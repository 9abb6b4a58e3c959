"""When typed input goes on past the end of a line, and how lines join into statements.

A statement continues on the next line while a bracket is open or when its
line ends with an operator (``+``, ``-``, ``*``, ``/``, ``^``, ``=``, ``~``,
``⊗``, ``·``, ``,``).  The shell joins such lines with a space before the
Session sees them, so a long state typed over three lines is one statement.
"""

from __future__ import annotations

from ..session import strip_comment

TRAILING_OPERATORS = frozenset("+-*/^=~⊗·,√")
OPENING, CLOSING = "([", ")]"


def bracket_depth(text: str) -> int:
    """Open brackets left at the end of ``text`` (comments ignored; kets hold none)."""
    depth = 0
    for line in text.split("\n"):
        for ch in strip_comment(line):
            if ch in OPENING:
                depth += 1
            elif ch in CLOSING:
                depth -= 1
    return depth


def ends_with_operator(text: str) -> bool:
    code = strip_comment(text.split("\n")[-1]).rstrip()
    return bool(code) and code[-1] in TRAILING_OPERATORS


def incomplete(text: str) -> bool:
    """True when the statement typed so far must go on on another line."""
    return bracket_depth(text) > 0 or ends_with_operator(text)


def logical_lines(text: str) -> list[str]:
    """Physical lines grouped into statements: a line that must go on joins the next.

    Comments of the lines that go on are dropped (they would swallow what follows);
    the last line of each statement keeps its comment.
    """
    out: list[str] = []
    pending: list[str] = []
    for line in text.split("\n"):
        pending.append(line)
        joined = "\n".join(pending)
        if not incomplete(joined):
            out.append(join(pending))
            pending = []
    if pending:
        out.append(join(pending))
    return [line for line in out if line.strip()]


def join(lines: list[str]) -> str:
    heads = [strip_comment(line).rstrip() for line in lines[:-1]]
    tail = lines[-1]
    return " ".join([h for h in heads if h.strip()] + [tail.strip() if heads else tail])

◆ ◆ ◆ ◆

Work required. Show all lines in the entries above where the word "that" appears.

Written answer.
    """Physical lines grouped into statements: a line that must go on joins the next.
    Comments of the lines that go on are dropped (they would swallow what follows);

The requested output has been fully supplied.